Not really a bodybuilder fan, but strong women can be very attractive.


----------



## monotonous (Feb 1, 2013)

if she has more muscle than i do she must be really muscular


----------



## UndreamingAwake (Apr 11, 2011)

As long as they look (and act) feminine, sure. On the other hand, i'm extremely turned off by the type that looks like they're on roids and look (and talk) like men... Pauline Nordin (the woman in the first pic the OP posted) would be an example of a strong woman I find very attractive.

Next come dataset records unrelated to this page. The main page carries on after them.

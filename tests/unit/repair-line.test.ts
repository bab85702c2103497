/**
 * The owner's line about a repair (lib/certificates/repair-line.ts): which speaker, which part and
 * the day, in plain words. The wording is the product's own; the dates are the workshop's calendar
 * day of the given instant (Pacific/Auckland is UTC+13 in December under its daylight saving time,
 * UTC+12 otherwise: IANA tz database, as carried by Node's Intl).
 */
import { afterEach, describe, expect, test, vi } from "vitest";
import { repairLine, type RepairPart } from "@/lib/certificates/repair-line";

afterEach(() => vi.unstubAllEnvs());

const at = new Date("2026-12-04T10:00:00Z");
const L = (part: string): RepairPart => ({ side: "L", part });
const R = (part: string): RepairPart => ({ side: "R", part });

describe("repairLine", () => {
  test.each<[string, RepairPart[], string]>([
    // The brief's own example of the line (issue 13, § 7; wording of the product).
    ["one tweeter", [R("tweeter")], "Right speaker's tweeter replaced on 4 December 2026 after a service visit"],
    ["a left crossover", [L("crossover")], "Left speaker's crossover replaced on 4 December 2026 after a service visit"],
    ["both tweeters, a matched set", [L("tweeter"), R("tweeter")], "Both speakers' tweeters replaced on 4 December 2026 after a service visit"],
    ["two parts of one speaker, in the order of the model's positions", [R("crossover"), R("tweeter")], "Right speaker's tweeter and crossover replaced on 4 December 2026 after a service visit"],
    ["one part of each speaker", [L("bass"), R("midrange")], "Left speaker's bass unit and right speaker's midrange unit replaced on 4 December 2026 after a service visit"],
    ["two bass units of one speaker", [L("bass"), L("bass")], "Left speaker's two bass units replaced on 4 December 2026 after a service visit"],
    ["both speakers' tweeters and the right crossover", [L("tweeter"), R("tweeter"), R("crossover")], "Both speakers' tweeters and right speaker's crossover replaced on 4 December 2026 after a service visit"],
    ["nothing replaced", [], "Checked and tested again on 4 December 2026 after a service visit, with no part replaced"],
  ])("%s", (_name, parts, expected) => {
    vi.stubEnv("TWINLEAF_TIME_ZONE", "UTC");
    expect(repairLine(parts, at)).toBe(expected);
  });

  test.each<[string, string]>([
    // 2026-12-04T12:30Z is 5 December 01:30 in Auckland (UTC+13, NZDT): IANA tz database.
    ["Pacific/Auckland", "5 December 2026"],
    ["UTC", "4 December 2026"],
  ])("the day is the workshop's calendar day in %s", (zone, day) => {
    vi.stubEnv("TWINLEAF_TIME_ZONE", zone);
    expect(repairLine([R("tweeter")], new Date("2026-12-04T12:30:00Z"))).toBe(`Right speaker's tweeter replaced on ${day} after a service visit`);
  });
});
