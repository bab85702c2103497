import { describe, expect, test } from "vitest";
import { waitMs } from "@/lib/limits/window";

// Worked by hand: the next try is allowed when the oldest of the last `max` tries leaves the window.
describe("waitMs", () => {
  const policy = { windowMs: 60_000, max: 3 };
  const NOW = 1_000_000;
  test.each<[string, number[], number]>([
    ["no tries", [], 0],
    ["fewer than the limit", [NOW - 10_000, NOW - 5_000], 0],
    ["the limit reached: wait for the oldest to leave", [NOW - 50_000, NOW - 10_000, NOW - 5_000], 10_000],
    ["more than the limit: the oldest of the last three decides", [NOW - 59_000, NOW - 40_000, NOW - 10_000, NOW - 5_000], 20_000],
    ["a try exactly a window old no longer counts", [NOW - 60_000, NOW - 10_000, NOW - 5_000], 0],
    ["order does not matter", [NOW - 5_000, NOW - 50_000, NOW - 10_000], 10_000],
  ])("%s", (_label, times, expected) => {
    expect(waitMs(times, policy, NOW)).toBe(expected);
  });
});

I quite vividly recall this one girl in the gym when I was 16. She must have been mid-twenties back then. She had lovely long black hair, really deep blue eyes and a smile to die for. She had this really sexy tummy. Oh, and arms that were almost as big as my upper legs were then. I don't think she quite realized how young I was, because she kept smiling and winked at me. I think she even was into Metal too. I regret not flirting back to this day. Curse you, SA.


----------



## Paul (Sep 26, 2005)

Everyone has more muscle than me, so of course. I can use someone to open jars or push vacuums for me that I struggle with, and being able to bend steel is a bonus.


----------



## creasy (Oct 29, 2012)

"Way more?" Maybe, if she still had the right curves and wasn't too lean. I've always liked a girl with toned arms and legs though, really sexy imo.


----------



## Metal_Heart (Feb 11, 2009)

I wish I was more muscular. I lift weights and my arms are quite strong but I'd love a six pack


----------